Got a bit of green algae spots on the front glass and had a decent size Anubias Nana rhizome melt away for unknown reasons but the stems are growing well, and the rest of the crypts, swords, foreground and mosses are pearling after 3-4hrs of lights on so things seem to be growing well. Hopefully stays this way...

The trimmings are available for shipping cost only but have been floating since Friday.

Critique and comments welcome.


----------



## jimmyjam (Nov 6, 2007)

*hey*

that was my post on apc by the way (by apm) i had to change my name bc they booted my account bc I talked crap to the mod... he was totally powertripping though lol. anyways.. awesome setup... cant wait to see the big guy. keep us updated. Ill post my new pics of my 75 today hopefully.


----------



## Consigliere (Jun 11, 2009)

Thanks for comments. Unfortunately there has been a BBA outbreak that I first noticed yesterday. I'm pretty sure root cause is transitioning from DIY CO2 to pressurized and I did not increase BPS on my pressurized system enough to compensate for DIY petering out. I am using ceramic diffuser on 70G and I'm wondering if this is enough, thinking about using my UV sterilizer as a reactor to increase CO2 concentration in water. Probably switch tonight, clean drop checker and keep an eye on it.


----------



## jimmyjam (Nov 6, 2007)

*hey*

yup thats what I do.. I made a diy external heater then conected to a uv sterl. I pump it into the heater and by the time it gets around the uv and out through the glass output, its broken up pretty nicely. I still get a bit of larger bubbles, but it seems to drop my ph faster than the ADA ceramic, plus its one less equipment in the tank. Do you have a drop checker? If not, just pump it up to about 3-4 bubbles per sec for 2 hours.. and watch for fish breathing hard. If no issues then pump it up 1 more. I would opt for a drop checker though.


----------



## Consigliere (Jun 11, 2009)

Yeah got DC going, but need to change fluid I think too. How long do you keep yours before changing the fluids?

It's green now, but not lime-ish as it should be. Am going to change the line into the UV sterilizer now. Will see how things go.


----------



## conix67 (Jul 27, 2008)

Looks awesome! A tank like this makes me look at FW again, but no I'm not adding more FW tanks.


----------



## jimmyjam (Nov 6, 2007)

*hey*

I find it best when its lighter green as long as the fish aint gulping for air. I turn the co2 and uv off at night as well by the way, on a timer.
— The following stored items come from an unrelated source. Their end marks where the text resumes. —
def ranking_bytes(out_dir) -> bytes:
    return (out_dir / RANKING_FILE).read_bytes()


def assert_same_ranking(out_dir, ref_dir) -> None:
    """ranking.csv byte-identical to the reference; on a mismatch, name the differing cells."""
    mine, ref = ranking_bytes(out_dir), ranking_bytes(ref_dir)
    if mine == ref:
        return
    a = pd.read_csv(io.BytesIO(mine), dtype=str, keep_default_na=False)
    b = pd.read_csv(io.BytesIO(ref), dtype=str, keep_default_na=False)
    if list(a.columns) != list(b.columns) or len(a) != len(b):
        pytest.fail(f"ranking.csv differs in shape: {a.shape} {list(a.columns)} vs reference "
                    f"{b.shape} {list(b.columns)}")
    cells = [f"{a.at[i, 'fluid']}/{a.at[i, 'layout']} {a.columns[j]}: {a.iat[i, j]!r} vs "
             f"reference {b.iat[i, j]!r}" for i, j in zip(*(a != b).values.nonzero())]
    pytest.fail("ranking.csv differs from the reference run:\n" + "\n".join(cells[:20]))


def stored_count(out_dir) -> int:
    path = out_dir / STORE_FILE
    if not path.exists():
        return 0
    try:
        conn = sqlite3.connect(f"file:{path}?mode=ro", uri=True, timeout=5)
        try:
            return conn.execute("SELECT COUNT(*) FROM cases").fetchone()[0]
        finally:
            conn.close()
    except sqlite3.OperationalError:  # schema not created yet
        return 0


def test_reference_run_computes_every_case(reference):
    study, out, summary = reference
    assert isinstance(summary, RunSummary)
    assert summary.total == study.n_cases == len(FLUIDS) * 2 * 3
    assert summary.skipped == 0 and summary.computed == summary.total
    assert summary.store_counts.get("ok", 0) == summary.ok > 0
    keys = [case_key(c) for c in study.cases()]
    with RunStore(out) as store:
        rows = store.rows()
        assert list(rows["case_key"]) == keys  # case order, every case once
        assert store.meta()["study_name"] == "batch test"


def test_kill_and_resume_equals_uninterrupted_run(reference, tmp_path):
    study, ref_out, ref_summary = reference
    study_file = tmp_path / "study.toml"
    study_file.write_text(study_toml(study_dict()))
    out = tmp_path / "out"
    proc = subprocess.Popen([sys.executable, "-m", "orcscreen", "run", str(study_file), "--out",
                             str(out), "--jobs", "1", "--no-report"],
                            stdout=subprocess.DEVNULL, stderr=subprocess.DEVNULL)
    try:
        deadline = time.monotonic() + 120
        while stored_count(out) == 0 and proc.poll() is None and time.monotonic() < deadline:
            time.sleep(0.005)
        proc.send_signal(signal.SIGKILL)  # cannot be caught: no chance to clean up
    finally:
        proc.wait(timeout=30)
    assert proc.returncode == -signal.SIGKILL, "the run ended before it could be killed"
    before = stored_count(out)
    assert 0 < before < ref_summary.total, f"{before} of {ref_summary.total} stored at the kill"

    summary = run_study(study, out, jobs=1, progress=False)
    assert summary.skipped == before  # nothing that finished is computed again
    assert summary.computed == ref_summary.total - before
    with RunStore(out) as store:
        keys = store.rows()["case_key"]
        assert keys.is_unique and len(keys) == ref_summary.total
        assert store.counts() == ref_summary.store_counts
    assert_same_ranking(out, ref_out)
here is a pic of my input of my co2.. u might as well put it directly into the proximal end of the tubing. I just inserted a plastic double ended piece from any aquatic store, then stick the tubing to it. If you want to plug it, get a piece of short tubing, seal it with silicone or super glue or whatever and plug it.


----------



## jimmyjam (Nov 6, 2007)

man that tank is gonna be sick.. take some good pics and journal of it. I will def set something up that big as soon as I get settle with my practice (sports chiropractor). Im excited to see that tank. Whats the light light?


----------



## Consigliere (Jun 11, 2009)

The journal is a project in itself. Already have documented 3 DIY systems that I had to install before I drywalled my basement but I am waiting to post them until the journal for that tank starts. Can't wait....if the timing works out that I am starting up the plants when you arrive back for the lawn mowing, I think we could work something out for your trimming.


----------



## Consigliere (Jun 11, 2009)

Did a slight rescape earlier. Charging the camera battery now...posting soon.


----------



## Consigliere (Jun 11, 2009)

Added 5 harlequin raspboras to the school but one had a suspect dot or 2 on him so he got moved to the 10G shrimp tank.
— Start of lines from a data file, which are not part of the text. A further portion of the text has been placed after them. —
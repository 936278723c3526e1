"""Cycle state points against a textbook steam cycle and an independent IAPWS-IF97 library.

Textbook: Moran, Shapiro, Boettner, Bailey, *Fundamentals of Engineering Thermodynamics*,
8th ed., Wiley 2014, Example 8.1 (ideal Rankine cycle: saturated vapour at 8.0 MPa into the
turbine, saturated liquid at 0.008 MPa out of the condenser, 100 MW net) and Example 8.2 (the
same with turbine and pump isentropic efficiencies of 85 %). The book's answers are quoted from
memory, at the book's rounding: thermal efficiency 37.1 % and 31.4 %, back-work ratio 0.84 %,
mass flow 3.77e5 kg/h and 4.449e5 kg/h, turbine-outlet quality 0.6745 (ideal).

Independent check: the ``iapws`` package (IAPWS-IF97, Wagner et al., J. Eng. Gas Turbines Power
122 (2000) 150-182), a different formulation and implementation from CoolProp's IAPWS-95.
"""

import math

import pytest

from orcscreen.cycles import LAYOUTS, CycleContext, CycleSettings
from orcscreen.properties import get_fluid
from orcscreen.turbine import ConstantEfficiency

def evaluate(fluid, source, sink, settings, layout, T_evap_K, superheat_K, **kw):
    """One subcritical cycle at an evaporation temperature [K] and superheat [K]."""
    return layout.evaluate(CycleContext(fluid, source, sink, settings),
                           {"evaporation_temperature_K": T_evap_K, "superheat_K": superheat_K}, **kw)


P_EVAP_PA = 8.0e6
P_COND_PA = 0.008e6
NET_POWER_W = 100e6


def steam_cycle(eta: float):
    water = get_fluid("Water")
    s = CycleSettings(
        turbine=ConstantEfficiency(eta), pump_efficiency=eta, min_turbine_outlet_quality=0.0, max_reduced_pressure=0.99
    )
    r = evaluate(
        water, None, None, s, LAYOUTS["basic"], water.T_sat_K(P_EVAP_PA), 0.0,
        exact=False, T_cond_K=water.T_sat_K(P_COND_PA), m_wf_kg_s=1.0,
    )
    assert r.ok, r.reason
    return r


def test_steam_cycle_textbook_example_ideal():
    """Moran et al. 8th ed. Example 8.1 (from memory): eta 37.1 %, bwr 0.84 %, 3.77e5 kg/h, x 0.6745."""
    r = steam_cycle(1.0)
    eta = r.W_net_W / r.Q_in_W
    assert eta == pytest.approx(0.371, abs=0.0005)
    assert r.W_pump_W / r.W_turbine_W == pytest.approx(0.0084, abs=0.00005)
    m_kg_h = NET_POWER_W / r.W_net_W * 3600.0
    assert m_kg_h == pytest.approx(3.77e5, abs=0.005e5)
    assert r.states["4"].q == pytest.approx(0.6745, abs=0.0005)


def test_steam_cycle_textbook_example_with_efficiencies():
    """Moran et al. 8th ed. Example 8.2 (from memory): eta 31.4 %, 4.449e5 kg/h."""
    r = steam_cycle(0.85)
    eta = r.W_net_W / r.Q_in_W
    assert eta == pytest.approx(0.314, abs=0.0005)
    m_kg_h = NET_POWER_W / r.W_net_W * 3600.0
    assert m_kg_h == pytest.approx(4.449e5, rel=0.002)


@pytest.mark.parametrize("eta", [1.0, 0.85])
def test_steam_cycle_against_iapws_if97(eta):
    """Each state's enthalpy and the efficiency against IAPWS-IF97 from the ``iapws`` package.

    IF97 and IAPWS-95 agree to about 0.1 kJ/kg in this region (IF97 paper, consistency with
    IAPWS-95); the tolerance is 0.5 kJ/kg on enthalpies and 1e-3 on the efficiency.
    """
    iapws = pytest.importorskip("iapws")
    IF97 = iapws.IAPWS97
    p_e, p_c = P_EVAP_PA / 1e6, P_COND_PA / 1e6  # MPa
    st1 = IF97(P=p_c, x=0.0)
    st2s = IF97(P=p_e, s=st1.s)
    h2 = st1.h + (st2s.h - st1.h) / eta
    st3 = IF97(P=p_e, x=1.0)
    st4s = IF97(P=p_c, s=st3.s)
    h4 = st3.h - eta * (st3.h - st4s.h)
    eta_ref = ((st3.h - h4) - (h2 - st1.h)) / (st3.h - h2)

    r = steam_cycle(eta)
    ours = {k: st.h / 1e3 for k, st in r.states.items()}
    ref = {"1": st1.h, "2": h2, "3": st3.h, "4": h4}
    for k in ref:
        assert ours[k] == pytest.approx(ref[k], abs=0.5), k
    assert r.W_net_W / r.Q_in_W == pytest.approx(eta_ref, abs=1e-3)


def test_superheated_steam_cycle_conservation():
    """Conservation laws, no published value: a superheated inlet (8 MPa, 480 °C) ends drier than
    the saturated inlet, beats its efficiency, stays below Carnot, and the energy balance closes."""
    water = get_fluid("Water")
    s = CycleSettings(turbine=ConstantEfficiency(1.0), pump_efficiency=1.0, min_turbine_outlet_quality=0.0)
    T_e = water.T_sat_K(P_EVAP_PA)
    r = evaluate(water, None, None, s, LAYOUTS["basic"], T_e, 753.15 - T_e, exact=False,
                 T_cond_K=water.T_sat_K(P_COND_PA), m_wf_kg_s=1.0)
    assert r.ok
    assert r.states["4"].q > steam_cycle(1.0).states["4"].q
    eta = r.W_net_W / r.Q_in_W
    assert 0.371 < eta < 1.0 - r.states["1"].T_K / r.states["3"].T_K
    assert math.isclose(r.Q_in_W - r.Q_out_W, r.W_turbine_W - r.W_pump_W, rel_tol=1e-12)


def test_recuperator_may_heat_the_liquid_to_saturation():
    """A very dry fluid (n-decane, 40 K superheat, 60 °C evaporation) whose recuperator is
    capped by the bubble point is feasible; the laws hold. No published value: conservation,
    the recuperator pinch and the bubble-point cap (the cold side stays liquid)."""
    from orcscreen import streams

    src = streams.source_from_settings({"kind": "water", "inlet_temperature_C": 200.0, "mass_flow_kg_s": 10.0, "pressure_bar": 20.0})
    snk = streams.sink_from_settings({"kind": "water", "inlet_temperature_C": 20.0, "temperature_rise_K": 10.0})
    f = get_fluid("n-Decane")
    s = CycleSettings()
    r = evaluate(f, src, snk, s, LAYOUTS["recuperated"], 333.15, 40.0, exact=True)
    assert r.ok, r.reason
    sat = f.sat_T(333.15)
    assert r.states["2r"].h <= sat.hL + 1e-6
    assert r.Q_rec_W > 0.0
    assert r.profiles["recuperator"].min_approach_K >= s.pinch_recuperator_K - 1e-6
    assert math.isclose(r.Q_in_W - r.Q_out_W, r.W_turbine_W - r.W_pump_W, rel_tol=1e-9)


def test_evaluate_cycle_api_reproduces_the_textbook_example():
    """The by-hand API on Moran et al. 8th ed. Example 8.2 (from memory): eta 31.4 %."""
    from orcscreen import evaluate_cycle

    out = evaluate_cycle("Water", evaporation_pressure_bar=80.0, condensing_pressure_bar=0.08,
                         turbine_efficiency=0.85, pump_efficiency=0.85)
    assert out["thermal_efficiency"] == pytest.approx(0.314, abs=0.0005)
    assert out["states"]["3"]["q"] == 1.0
    assert out["net_power_kW"] == pytest.approx(out["turbine_power_kW"] - out["pump_power_kW"], rel=1e-12)


def test_screen_api_returns_ranked_frame():
    """screen() ranks feasible cases by net power and keeps the others with a reason."""
    from orcscreen import screen

    df = screen({
        "source": {"kind": "water", "inlet_temperature_C": 110.0, "mass_flow_kg_s": 5.0},
        "sink": {"kind": "water", "inlet_temperature_C": 20.0, "temperature_rise_K": 8.0},
        "fluids": {"include": ["R245fa", "IsoButane", "Water"]},
        "cycle": {"layouts": ["basic"]},
    })
    ok = df[df["status"] == "ok"]
    assert list(ok["net_power_kW"]) == sorted(ok["net_power_kW"], reverse=True)
    assert set(df["coolprop_name"]) == {"R245fa", "IsoButane", "Water"}
    assert all(df.loc[df["status"] != "ok", "reason"].str.len() > 0)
Added 3 panda corys....these guys are great. Favourite fish in the tank by far right now.

Moved the red val. to the left side with the driftwood. Hoping to create a stringly leave path from the crypts up to the val and other grass plant (can't remember species, to lazy to look up) but right now looks like crap there.

Moved the red rubin sword up to the middle and trimmed everything green from it. Moved rotala wallichi (I think) from left side to right where the sword and red val. were originally. Trimmed it in half as well so see if the new digs treat it as well as it has been going so far.

Had a breakout of BBA that I first noticed yesterday. Believe it is my DIY CO2 petering out. Have pressurized but was running low BPS because of 6x DIY CO2. Now have CO2 going 3bps through a UV powerhead for diffusion. Hopefully this works out and the BBA growth is stopped, then I can attack with Excel.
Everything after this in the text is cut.